Dog Day Afternoon

Project `Dog Day Afternoon` is a continuation of the platform which supports projects of younger generations of authors by Artistic Organization TeatruM. This platform received the biggest recognition in 2022. winning the main award on one of the biggest European Theatre festivals - Marulićevi Days for the monoplay `Little Miracles/Mala Čuda` author; Sanja Milardović, who has been developing her authorial style through this platform for several years.

`Dog Day Afternoon` is a one-actor play performed by Petar Cvirn, who embodies several dimensions of the mind and the bodz. It tells the story of a man who, due to a series of unfortunate circumstances, finds himself on a deserted island that represents both literal and metaphysical place. `Dog Day Afternoon` is a non-classical dramatic performance.

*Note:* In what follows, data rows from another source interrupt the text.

export {
  type AnswerFacts,
  type AnswerMessage,
  type AnswerPaths,
  type AnswerTo,
  answerMessage,
  parseAnswerMessage,
  type Refusal,
  refusalMessage,
} from './answer.ts';
export * from './bundle.ts';
export { bundleDigest, decodeBundle, encodeBundle } from './bundle-document.ts';
export type { DrivenTensors, FeatureTensors } from './bundle-features.ts';
export type { SwitchedCorrectionTensors, SwitchedTensors } from './bundle-switched.ts';
export { decode, encode } from './codec.ts';
export { conversionOf, convert, wrapOf } from './conversion.ts';
export { counterIncrease } from './counter.ts';
export { sha256, toHex } from './digest.ts';
export { formatDuration, parseDuration } from './duration.ts';
export {
  ENVELOPE_MAGIC,
  ENVELOPE_VERSION,
  type Envelope,
  type EnvelopeSignature,
  MAX_SIGNATURES,
  readEnvelope,
  type SealNumbers,
} from './envelope.ts';
export * from './errors.ts';
export { type FleetEntry, type FleetEntryOptions, parseFleetFile } from './fleet-file.ts';
export * from './forecast.ts';
export * from './forecasts.ts';
export { deepFreeze } from './freeze.ts';
export * from './health.ts';
export { formatInstant, parseInstant } from './instant.ts';
export * from './keys.ts';
export * from './limits.ts';
export type { MessageHead, Quality } from './message.ts';
export { type DecodedSignal, MessageDecoder } from './message-decoder.ts';
export { isName, NAME_RULE, toName } from './name.ts';
export { nearestName } from './nearest.ts';
export { type PayloadReason, refusalText } from './payload/refusal.ts';
export {
  decodeLayout,
  decodePlainState,
  encodeLayout,
  encodePlainState,
  type Layout,
  type LayoutChannel,
  layoutDigest,
  layoutOf,
  type PlainState,
} from './plain-record.ts';
export * from './plan.ts';
export { isPointer, pointerTokens, resolvePointer } from './pointer.ts';
export { parseQuestion, type Question, type QuestionReason, type QuestionRules } from './question.ts';
export type { ReadingTarget } from './reading-target.ts';
export * from './receipt.ts';
export { bundleSchemaHash, describeSchemaDifference, schemaHash } from './schema-hash.ts';
export * from './seal.ts';
export * from './segment/index.ts';
export * from './site.ts';
export type { ExcludedSpan, ExcludedWhile, Exclusion } from './site-exclude.ts';
export { formatExclude, formatSite } from './site-format.ts';
export { defaultWarnRule, type SignalWarn, type WarnRule, type WarnWords, warnRuleOf } from './site-warn.ts';
export type { MemberState } from './sparkplug/member.ts';
export { metricNames } from './sparkplug/payload.ts';
export { parseSavedNodes } from './sparkplug/saved.ts';
export type { SavedNode, SourceState, SparkplugCounts, SparkplugSessions } from './sparkplug/sessions.ts';
export { parseSparkplugSource, parseSparkplugTopic, sparkplugFilters } from './sparkplug/topic.ts';
export * from './state.ts';
export * from './tensor.ts';
export * from './topics.ts';
export * from './version.ts';
export * from './warning.ts';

This project marks the reunion and collaboration of director Dora Ruždjak Podolski/ Head of the oldest European summer art festival-Dubrovačke ljetne igre and renowned actor Petar Cvirn after more than ten years. *Showcase performances- End of November 2023. at the Dance Center Tala/ TALA PLE(j)S & Teatar Exit in Zagreb, Croatia.

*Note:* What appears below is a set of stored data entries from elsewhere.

/**
 * Where in a document a value stands, written the way people read it: `signals[1].range[0]`.
 */

const PLAIN_KEY = /^[\p{L}_$][\p{L}\p{N}_$]*$/u;

/** Writes a path of keys and indices; a key that is no plain word stands quoted in brackets; the root is ''. */
export const formatPath = (path: readonly PropertyKey[]): string =>
  path.reduce<string>((text, step) => {
    if (typeof step === 'number') return `${text}[${step}]`;
    const key = String(step);
    if (!PLAIN_KEY.test(key)) return `${text}[${JSON.stringify(key)}]`;
    return text === '' ? key : `${text}.${key}`;
  }, '');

The need of both authors to create a new theatrical, authentic language and world for this story organically arose after dozens of established projects in their previous work. They now seek a new approach to staging a story.

The play is conceived as a palette of several different media, including classical acting expression, eclectic choreography, audio imagery created through the performer's voice, video projections, and a complex set design structure built from a series of micro-elements that form a cohesive whole. It is aesthetically rich, presenting a fireworks display of miniature stage solutions suitable for both traditional theater venues and outdoor ambient spaces.


In `Dog Day Afternoon`, we encounter our protagonist confronted with the fact that he has been abandoned on a deserted island for 75 days. Despairation, as the average viewer might expect at first, is obstructed by a constructed world born from imagination and from denial about the reality of the problem he finds himself in. Our protagonist refuses to face the real world and the fact that he is alone, abandoned, and confronted with himself on the deserted island. Therefore, using various acting-performing tools, he tries to escape and flee from the problems he faces every second, creating an imaginary world. The question is whether this kind of escape can actually distance him from the circumstances in which the character finds himself or whether today's individuals can escape into their own individual intimate worlds.

The interweaving of situations in which the protagonist struggles within the reality he is in and his fantasies, combined with serious introspective monologues, forms the fabric of this play with bittersweet content.


The parallel lines followed by the story of `Dog Day Afternoon` relate to the time we live in, where the modern individual is increasingly `plugged in` to the virtual world in which they exist, isolated from real life without the perspective to realize and understand that they are creating self-isolation. It is not a literal portrayal, but it echoes the situation in which the protagonist of this play finds himself.

The director herself is present through the voice of a kind of `God` addressing our protagonist, thus opening a dimension in which the authors question to what extent we are truly creators of our realities and how much the question of individual choice is hindered in the age we live in.

`Alone or not` / `Individual or collective` are the questions posed by the play, questions that confront us with the fact that we live in a time where it seems as though they want to systematize us to be part of a whole without the true possibility of individualizing ourselves.